● DATA RECORDS
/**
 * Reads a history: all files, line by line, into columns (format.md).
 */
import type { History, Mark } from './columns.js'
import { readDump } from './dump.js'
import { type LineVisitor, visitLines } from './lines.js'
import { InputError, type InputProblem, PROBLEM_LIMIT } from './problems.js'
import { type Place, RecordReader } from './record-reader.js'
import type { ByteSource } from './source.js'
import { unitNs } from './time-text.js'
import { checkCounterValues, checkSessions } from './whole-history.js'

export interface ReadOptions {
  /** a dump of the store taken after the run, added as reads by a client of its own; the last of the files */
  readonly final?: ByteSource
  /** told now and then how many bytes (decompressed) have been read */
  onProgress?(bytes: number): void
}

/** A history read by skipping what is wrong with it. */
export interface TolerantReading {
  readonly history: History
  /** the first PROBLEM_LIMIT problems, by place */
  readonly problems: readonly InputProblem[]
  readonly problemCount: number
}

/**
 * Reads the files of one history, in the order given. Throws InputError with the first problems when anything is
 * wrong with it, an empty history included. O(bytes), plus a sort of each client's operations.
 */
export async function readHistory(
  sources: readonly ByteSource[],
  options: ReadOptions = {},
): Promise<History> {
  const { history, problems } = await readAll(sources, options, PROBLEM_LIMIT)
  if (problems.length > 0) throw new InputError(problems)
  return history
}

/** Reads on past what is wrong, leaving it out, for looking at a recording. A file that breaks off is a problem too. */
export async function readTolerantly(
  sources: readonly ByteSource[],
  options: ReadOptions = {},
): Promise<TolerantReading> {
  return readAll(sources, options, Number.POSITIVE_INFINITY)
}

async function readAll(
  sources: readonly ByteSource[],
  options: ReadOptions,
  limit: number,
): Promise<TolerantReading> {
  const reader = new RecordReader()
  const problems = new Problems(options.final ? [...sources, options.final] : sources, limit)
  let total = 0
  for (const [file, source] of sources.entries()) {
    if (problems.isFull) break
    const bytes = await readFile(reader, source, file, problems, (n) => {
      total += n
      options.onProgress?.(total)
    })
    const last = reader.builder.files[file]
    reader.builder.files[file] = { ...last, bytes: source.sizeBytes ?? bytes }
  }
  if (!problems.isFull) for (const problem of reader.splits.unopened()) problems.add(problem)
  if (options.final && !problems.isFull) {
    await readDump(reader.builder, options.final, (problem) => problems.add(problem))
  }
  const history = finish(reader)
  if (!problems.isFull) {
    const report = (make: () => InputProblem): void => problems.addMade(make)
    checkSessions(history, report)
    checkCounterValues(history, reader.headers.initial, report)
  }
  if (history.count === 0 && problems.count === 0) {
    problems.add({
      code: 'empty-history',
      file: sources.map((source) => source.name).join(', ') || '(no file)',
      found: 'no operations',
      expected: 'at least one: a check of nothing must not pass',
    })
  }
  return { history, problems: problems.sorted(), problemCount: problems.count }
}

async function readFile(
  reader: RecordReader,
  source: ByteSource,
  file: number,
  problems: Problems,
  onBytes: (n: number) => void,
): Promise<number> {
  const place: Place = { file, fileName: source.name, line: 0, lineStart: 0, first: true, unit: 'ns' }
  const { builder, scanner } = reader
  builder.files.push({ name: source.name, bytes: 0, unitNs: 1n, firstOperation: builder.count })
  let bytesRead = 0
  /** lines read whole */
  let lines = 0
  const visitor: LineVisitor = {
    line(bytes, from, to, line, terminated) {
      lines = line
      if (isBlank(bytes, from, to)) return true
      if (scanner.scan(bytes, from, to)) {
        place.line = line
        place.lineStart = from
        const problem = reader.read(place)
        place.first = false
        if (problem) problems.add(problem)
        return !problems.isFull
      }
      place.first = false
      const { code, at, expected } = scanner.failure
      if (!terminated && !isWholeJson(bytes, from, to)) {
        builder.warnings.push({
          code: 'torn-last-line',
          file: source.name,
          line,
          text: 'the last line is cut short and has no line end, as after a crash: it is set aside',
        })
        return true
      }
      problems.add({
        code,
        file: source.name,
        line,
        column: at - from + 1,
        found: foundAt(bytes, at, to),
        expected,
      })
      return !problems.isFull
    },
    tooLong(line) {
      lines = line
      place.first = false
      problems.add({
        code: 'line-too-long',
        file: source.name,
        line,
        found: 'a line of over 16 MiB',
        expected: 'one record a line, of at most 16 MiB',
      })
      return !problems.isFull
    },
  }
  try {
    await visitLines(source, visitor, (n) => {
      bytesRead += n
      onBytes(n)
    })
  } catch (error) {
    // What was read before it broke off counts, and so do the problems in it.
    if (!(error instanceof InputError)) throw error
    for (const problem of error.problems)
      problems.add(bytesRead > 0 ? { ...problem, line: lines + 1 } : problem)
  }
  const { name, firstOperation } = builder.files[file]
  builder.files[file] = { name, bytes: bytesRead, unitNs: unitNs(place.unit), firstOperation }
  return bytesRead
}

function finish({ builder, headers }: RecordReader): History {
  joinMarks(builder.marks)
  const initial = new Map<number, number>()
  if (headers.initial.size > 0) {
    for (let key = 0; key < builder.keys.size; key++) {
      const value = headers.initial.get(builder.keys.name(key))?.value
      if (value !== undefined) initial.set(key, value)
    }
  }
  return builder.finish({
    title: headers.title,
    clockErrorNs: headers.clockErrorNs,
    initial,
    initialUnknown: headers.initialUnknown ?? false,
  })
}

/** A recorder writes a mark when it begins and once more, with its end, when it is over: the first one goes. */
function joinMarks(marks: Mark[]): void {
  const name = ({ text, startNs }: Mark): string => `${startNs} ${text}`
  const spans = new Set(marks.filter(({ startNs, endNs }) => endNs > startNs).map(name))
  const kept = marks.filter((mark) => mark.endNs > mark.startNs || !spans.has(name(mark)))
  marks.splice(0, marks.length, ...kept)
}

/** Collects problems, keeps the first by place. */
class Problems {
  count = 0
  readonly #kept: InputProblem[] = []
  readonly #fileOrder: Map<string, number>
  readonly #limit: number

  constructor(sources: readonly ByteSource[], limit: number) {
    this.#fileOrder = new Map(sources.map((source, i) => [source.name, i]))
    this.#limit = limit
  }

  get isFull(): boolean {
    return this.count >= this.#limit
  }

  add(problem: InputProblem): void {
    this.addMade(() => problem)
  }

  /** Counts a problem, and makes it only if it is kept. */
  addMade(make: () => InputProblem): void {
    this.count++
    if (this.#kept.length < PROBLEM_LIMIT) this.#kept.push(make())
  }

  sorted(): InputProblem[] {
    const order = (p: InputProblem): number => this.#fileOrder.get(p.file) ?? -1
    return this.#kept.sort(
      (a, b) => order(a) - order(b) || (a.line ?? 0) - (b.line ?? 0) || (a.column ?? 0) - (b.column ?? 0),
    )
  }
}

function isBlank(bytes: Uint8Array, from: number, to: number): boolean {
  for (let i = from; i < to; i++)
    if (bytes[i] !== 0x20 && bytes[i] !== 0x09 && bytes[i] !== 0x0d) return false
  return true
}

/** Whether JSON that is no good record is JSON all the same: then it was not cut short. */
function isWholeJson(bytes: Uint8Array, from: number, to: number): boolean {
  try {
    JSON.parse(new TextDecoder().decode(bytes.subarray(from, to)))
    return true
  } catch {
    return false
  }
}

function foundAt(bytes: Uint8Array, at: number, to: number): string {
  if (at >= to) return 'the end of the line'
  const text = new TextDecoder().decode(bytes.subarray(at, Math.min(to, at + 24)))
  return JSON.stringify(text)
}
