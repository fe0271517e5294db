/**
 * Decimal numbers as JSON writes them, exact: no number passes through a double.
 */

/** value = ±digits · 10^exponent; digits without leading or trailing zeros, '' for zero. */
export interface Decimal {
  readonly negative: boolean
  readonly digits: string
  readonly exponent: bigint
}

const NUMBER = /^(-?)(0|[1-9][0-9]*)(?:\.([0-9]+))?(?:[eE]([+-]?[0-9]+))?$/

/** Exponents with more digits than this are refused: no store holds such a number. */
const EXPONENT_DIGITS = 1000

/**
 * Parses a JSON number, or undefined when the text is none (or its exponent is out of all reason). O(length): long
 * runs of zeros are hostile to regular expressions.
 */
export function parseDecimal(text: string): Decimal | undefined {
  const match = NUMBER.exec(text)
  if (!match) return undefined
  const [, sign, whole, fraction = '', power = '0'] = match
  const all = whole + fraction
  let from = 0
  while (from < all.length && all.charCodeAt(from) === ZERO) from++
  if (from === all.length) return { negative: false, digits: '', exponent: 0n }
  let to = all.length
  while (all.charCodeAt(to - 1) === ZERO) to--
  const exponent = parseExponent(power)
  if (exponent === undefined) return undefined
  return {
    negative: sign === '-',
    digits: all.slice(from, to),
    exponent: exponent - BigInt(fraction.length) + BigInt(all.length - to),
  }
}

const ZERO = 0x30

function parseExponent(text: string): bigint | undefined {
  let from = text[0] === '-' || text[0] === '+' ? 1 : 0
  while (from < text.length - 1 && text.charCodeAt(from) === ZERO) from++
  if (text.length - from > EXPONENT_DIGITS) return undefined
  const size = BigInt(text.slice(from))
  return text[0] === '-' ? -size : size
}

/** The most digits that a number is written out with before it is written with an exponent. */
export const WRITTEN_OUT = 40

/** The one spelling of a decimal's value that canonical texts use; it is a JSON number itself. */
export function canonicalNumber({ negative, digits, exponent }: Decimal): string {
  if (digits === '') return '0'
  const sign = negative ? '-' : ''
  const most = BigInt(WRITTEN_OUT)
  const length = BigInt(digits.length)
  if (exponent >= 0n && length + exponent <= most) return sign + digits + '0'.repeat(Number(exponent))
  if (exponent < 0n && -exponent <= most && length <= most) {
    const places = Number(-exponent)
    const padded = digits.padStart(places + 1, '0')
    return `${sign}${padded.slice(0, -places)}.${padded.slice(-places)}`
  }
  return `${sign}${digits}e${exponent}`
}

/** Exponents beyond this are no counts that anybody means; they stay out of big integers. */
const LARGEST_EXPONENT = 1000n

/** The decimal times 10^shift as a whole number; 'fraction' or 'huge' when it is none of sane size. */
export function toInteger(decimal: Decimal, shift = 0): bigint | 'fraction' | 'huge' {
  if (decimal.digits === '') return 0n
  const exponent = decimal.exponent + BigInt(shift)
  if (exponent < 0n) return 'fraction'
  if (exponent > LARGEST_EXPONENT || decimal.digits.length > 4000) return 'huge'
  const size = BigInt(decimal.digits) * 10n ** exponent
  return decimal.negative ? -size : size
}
==
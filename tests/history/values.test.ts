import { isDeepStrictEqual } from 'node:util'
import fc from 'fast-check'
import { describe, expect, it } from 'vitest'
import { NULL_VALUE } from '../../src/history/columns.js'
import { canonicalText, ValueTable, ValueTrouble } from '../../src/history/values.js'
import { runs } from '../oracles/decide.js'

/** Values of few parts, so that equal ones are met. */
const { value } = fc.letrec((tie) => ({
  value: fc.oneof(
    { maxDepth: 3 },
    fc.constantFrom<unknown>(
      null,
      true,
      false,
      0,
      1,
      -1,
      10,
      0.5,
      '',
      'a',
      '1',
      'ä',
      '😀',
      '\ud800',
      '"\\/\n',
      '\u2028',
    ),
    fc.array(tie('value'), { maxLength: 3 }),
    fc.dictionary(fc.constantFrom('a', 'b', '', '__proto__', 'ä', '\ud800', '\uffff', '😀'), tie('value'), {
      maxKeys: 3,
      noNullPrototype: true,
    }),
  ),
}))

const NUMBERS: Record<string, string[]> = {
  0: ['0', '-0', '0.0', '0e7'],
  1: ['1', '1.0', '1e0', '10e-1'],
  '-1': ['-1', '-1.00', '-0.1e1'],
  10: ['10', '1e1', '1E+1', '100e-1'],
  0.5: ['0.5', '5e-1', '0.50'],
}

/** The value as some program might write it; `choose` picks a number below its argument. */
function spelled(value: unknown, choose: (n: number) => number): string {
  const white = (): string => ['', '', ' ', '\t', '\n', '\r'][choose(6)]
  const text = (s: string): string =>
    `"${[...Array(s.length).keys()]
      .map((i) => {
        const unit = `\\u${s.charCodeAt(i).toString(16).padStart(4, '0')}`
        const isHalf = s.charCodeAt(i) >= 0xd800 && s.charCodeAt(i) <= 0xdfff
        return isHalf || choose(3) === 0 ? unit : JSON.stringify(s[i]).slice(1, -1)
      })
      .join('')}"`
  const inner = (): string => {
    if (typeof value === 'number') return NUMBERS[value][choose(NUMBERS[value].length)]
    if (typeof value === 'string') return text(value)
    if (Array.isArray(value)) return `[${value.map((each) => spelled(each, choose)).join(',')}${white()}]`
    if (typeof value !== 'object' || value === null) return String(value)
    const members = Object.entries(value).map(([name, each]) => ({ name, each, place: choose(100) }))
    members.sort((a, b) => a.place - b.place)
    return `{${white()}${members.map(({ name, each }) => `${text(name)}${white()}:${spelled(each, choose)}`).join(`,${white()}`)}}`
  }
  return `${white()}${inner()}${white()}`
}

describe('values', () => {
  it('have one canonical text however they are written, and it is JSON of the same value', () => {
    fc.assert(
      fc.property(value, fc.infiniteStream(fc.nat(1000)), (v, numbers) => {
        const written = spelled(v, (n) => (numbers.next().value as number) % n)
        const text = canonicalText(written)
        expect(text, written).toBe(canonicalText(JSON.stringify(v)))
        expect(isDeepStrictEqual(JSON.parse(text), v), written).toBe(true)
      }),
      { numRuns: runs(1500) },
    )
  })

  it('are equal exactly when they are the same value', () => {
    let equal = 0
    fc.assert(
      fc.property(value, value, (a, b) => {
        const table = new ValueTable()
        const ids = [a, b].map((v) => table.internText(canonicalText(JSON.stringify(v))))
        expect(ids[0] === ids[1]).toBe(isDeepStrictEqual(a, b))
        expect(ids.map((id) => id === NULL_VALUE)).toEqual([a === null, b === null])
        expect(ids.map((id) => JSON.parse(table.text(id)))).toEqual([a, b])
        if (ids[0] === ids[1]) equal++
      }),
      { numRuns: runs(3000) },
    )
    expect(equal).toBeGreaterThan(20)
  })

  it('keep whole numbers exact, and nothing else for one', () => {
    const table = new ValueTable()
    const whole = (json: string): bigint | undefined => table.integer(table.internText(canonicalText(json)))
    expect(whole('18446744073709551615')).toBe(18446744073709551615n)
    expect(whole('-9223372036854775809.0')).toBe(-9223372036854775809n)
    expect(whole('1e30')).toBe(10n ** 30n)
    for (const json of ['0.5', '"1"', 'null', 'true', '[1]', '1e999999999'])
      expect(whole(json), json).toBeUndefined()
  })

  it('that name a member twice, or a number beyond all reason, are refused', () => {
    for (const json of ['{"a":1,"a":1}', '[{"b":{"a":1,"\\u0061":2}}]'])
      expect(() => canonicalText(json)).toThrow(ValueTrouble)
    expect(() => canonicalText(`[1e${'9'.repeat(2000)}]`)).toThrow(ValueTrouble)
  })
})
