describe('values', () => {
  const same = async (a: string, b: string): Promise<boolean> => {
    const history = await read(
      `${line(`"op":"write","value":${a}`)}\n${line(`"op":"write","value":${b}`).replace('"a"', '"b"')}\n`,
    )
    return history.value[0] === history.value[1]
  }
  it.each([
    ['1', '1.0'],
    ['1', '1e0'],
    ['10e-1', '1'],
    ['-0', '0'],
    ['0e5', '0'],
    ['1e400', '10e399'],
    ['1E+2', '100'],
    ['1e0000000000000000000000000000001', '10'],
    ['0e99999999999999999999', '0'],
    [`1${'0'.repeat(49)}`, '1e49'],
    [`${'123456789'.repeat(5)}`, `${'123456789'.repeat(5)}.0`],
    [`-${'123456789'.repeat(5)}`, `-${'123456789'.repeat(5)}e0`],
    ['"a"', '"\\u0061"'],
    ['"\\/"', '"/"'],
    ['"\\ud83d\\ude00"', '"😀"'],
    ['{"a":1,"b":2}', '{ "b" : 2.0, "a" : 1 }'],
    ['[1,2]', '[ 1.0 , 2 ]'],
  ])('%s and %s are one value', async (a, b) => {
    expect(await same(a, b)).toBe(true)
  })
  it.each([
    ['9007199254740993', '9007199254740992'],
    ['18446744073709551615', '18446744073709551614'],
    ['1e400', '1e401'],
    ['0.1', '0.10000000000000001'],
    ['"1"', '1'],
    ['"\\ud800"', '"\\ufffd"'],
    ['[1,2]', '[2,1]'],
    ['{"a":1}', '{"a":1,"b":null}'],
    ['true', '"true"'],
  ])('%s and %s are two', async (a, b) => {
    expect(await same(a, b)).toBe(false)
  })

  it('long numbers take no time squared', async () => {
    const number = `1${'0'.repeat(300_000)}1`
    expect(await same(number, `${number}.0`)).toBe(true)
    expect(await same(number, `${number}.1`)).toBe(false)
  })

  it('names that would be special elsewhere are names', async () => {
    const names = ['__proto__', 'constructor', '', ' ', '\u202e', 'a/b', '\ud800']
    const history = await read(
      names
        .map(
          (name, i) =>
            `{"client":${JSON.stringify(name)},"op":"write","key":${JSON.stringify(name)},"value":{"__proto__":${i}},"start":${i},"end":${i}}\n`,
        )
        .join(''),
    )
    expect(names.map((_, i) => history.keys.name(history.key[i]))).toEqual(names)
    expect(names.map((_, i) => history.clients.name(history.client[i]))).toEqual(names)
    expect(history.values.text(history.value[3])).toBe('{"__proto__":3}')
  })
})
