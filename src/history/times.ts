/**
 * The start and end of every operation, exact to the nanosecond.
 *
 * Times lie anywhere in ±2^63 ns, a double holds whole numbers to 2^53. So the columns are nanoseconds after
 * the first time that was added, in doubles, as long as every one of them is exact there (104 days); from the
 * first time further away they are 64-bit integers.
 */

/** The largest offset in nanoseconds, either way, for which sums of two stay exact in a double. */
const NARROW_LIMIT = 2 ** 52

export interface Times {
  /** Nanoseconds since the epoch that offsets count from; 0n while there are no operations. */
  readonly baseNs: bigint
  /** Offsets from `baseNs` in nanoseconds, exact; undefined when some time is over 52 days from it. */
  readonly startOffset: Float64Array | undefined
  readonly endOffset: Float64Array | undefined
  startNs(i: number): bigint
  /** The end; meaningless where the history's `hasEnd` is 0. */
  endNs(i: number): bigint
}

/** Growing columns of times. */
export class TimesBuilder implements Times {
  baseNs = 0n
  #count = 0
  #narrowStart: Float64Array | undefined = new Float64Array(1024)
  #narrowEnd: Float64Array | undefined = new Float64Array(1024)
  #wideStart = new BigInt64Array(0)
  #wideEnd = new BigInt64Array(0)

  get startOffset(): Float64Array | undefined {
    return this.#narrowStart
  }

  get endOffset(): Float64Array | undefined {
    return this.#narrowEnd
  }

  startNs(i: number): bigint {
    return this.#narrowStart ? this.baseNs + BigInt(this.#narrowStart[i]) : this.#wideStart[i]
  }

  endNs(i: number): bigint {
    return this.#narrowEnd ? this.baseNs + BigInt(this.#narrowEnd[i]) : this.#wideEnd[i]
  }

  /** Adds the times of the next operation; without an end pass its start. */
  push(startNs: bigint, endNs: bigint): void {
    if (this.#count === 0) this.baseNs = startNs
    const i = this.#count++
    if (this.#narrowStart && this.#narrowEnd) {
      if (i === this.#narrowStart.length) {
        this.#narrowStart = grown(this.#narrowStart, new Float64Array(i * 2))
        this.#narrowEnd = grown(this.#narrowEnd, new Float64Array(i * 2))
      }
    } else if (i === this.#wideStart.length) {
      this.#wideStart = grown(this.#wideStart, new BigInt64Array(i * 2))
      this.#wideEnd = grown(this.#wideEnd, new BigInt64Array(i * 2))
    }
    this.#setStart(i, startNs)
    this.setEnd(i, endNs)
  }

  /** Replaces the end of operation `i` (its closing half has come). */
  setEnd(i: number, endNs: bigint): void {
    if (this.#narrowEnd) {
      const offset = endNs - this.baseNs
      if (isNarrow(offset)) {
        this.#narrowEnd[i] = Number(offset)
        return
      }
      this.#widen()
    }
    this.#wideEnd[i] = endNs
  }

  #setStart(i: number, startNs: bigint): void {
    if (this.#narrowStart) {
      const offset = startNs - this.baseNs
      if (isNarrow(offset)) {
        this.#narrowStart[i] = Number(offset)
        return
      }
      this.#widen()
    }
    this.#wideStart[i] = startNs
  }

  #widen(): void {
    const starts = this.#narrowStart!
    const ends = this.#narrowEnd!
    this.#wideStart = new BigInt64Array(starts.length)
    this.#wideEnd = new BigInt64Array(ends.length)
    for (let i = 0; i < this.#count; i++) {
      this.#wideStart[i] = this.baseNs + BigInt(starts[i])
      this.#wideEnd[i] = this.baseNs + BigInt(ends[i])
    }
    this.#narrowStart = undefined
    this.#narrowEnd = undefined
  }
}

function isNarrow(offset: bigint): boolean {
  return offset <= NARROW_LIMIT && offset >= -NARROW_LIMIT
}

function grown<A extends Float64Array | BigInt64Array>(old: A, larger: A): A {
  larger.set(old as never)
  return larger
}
---
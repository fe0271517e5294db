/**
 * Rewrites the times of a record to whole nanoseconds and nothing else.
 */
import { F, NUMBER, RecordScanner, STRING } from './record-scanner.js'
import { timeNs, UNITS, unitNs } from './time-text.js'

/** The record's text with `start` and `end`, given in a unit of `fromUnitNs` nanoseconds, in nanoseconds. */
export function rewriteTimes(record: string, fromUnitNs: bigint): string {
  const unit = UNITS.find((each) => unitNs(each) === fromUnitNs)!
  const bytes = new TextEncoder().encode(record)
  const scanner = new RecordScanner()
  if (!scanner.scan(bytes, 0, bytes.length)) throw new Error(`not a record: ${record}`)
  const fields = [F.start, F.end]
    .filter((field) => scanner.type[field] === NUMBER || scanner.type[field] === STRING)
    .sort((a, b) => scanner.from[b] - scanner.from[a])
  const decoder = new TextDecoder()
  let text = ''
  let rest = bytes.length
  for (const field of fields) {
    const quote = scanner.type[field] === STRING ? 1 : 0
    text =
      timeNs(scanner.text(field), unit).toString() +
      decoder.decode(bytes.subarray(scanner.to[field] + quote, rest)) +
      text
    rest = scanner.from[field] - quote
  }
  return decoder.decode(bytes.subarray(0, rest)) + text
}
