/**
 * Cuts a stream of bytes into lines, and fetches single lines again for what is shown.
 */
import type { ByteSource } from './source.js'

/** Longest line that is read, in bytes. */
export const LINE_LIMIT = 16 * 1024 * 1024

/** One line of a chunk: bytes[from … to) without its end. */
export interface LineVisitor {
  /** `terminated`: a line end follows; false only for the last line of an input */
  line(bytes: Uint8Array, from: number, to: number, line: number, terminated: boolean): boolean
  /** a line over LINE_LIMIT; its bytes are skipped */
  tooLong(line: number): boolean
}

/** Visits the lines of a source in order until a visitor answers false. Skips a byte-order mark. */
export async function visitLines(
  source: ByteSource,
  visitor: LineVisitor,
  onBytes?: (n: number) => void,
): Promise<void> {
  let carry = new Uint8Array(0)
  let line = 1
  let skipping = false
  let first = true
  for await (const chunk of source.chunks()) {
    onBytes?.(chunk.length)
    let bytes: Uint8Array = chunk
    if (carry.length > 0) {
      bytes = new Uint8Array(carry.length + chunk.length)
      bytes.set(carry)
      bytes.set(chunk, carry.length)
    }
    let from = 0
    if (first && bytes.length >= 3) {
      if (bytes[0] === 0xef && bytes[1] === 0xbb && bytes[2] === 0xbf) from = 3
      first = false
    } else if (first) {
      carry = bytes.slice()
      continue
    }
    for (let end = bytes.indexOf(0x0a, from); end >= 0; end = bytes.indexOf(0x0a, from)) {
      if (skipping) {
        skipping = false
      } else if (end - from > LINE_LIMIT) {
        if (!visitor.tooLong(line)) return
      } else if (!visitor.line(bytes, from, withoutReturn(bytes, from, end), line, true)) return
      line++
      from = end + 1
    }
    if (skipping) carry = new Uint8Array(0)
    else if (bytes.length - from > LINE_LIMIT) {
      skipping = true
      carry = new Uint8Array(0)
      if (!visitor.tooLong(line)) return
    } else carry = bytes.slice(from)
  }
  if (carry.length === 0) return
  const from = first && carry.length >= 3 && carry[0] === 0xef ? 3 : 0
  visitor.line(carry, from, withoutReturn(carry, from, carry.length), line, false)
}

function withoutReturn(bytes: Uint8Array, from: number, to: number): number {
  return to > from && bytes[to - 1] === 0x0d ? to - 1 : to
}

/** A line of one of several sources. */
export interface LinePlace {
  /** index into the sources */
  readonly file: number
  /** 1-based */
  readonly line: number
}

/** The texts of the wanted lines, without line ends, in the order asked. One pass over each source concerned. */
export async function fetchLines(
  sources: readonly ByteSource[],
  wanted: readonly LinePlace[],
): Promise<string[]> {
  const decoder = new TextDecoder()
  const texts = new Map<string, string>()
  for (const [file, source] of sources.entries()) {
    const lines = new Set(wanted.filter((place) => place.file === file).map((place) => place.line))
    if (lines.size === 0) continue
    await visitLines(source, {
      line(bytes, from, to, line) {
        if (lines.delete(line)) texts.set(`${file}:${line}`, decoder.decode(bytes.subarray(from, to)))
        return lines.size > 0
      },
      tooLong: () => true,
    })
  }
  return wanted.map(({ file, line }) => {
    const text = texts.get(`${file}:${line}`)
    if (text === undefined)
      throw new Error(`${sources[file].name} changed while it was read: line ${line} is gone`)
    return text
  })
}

● DIRECTIONS
When a line in the material above contains the word "stay", copy that line out.

● YOUR RESPONSE
/** Exponents beyond this are no counts that anybody means; they stay out of big integers. */
/** The largest offset in nanoseconds, either way, for which sums of two stay exact in a double. */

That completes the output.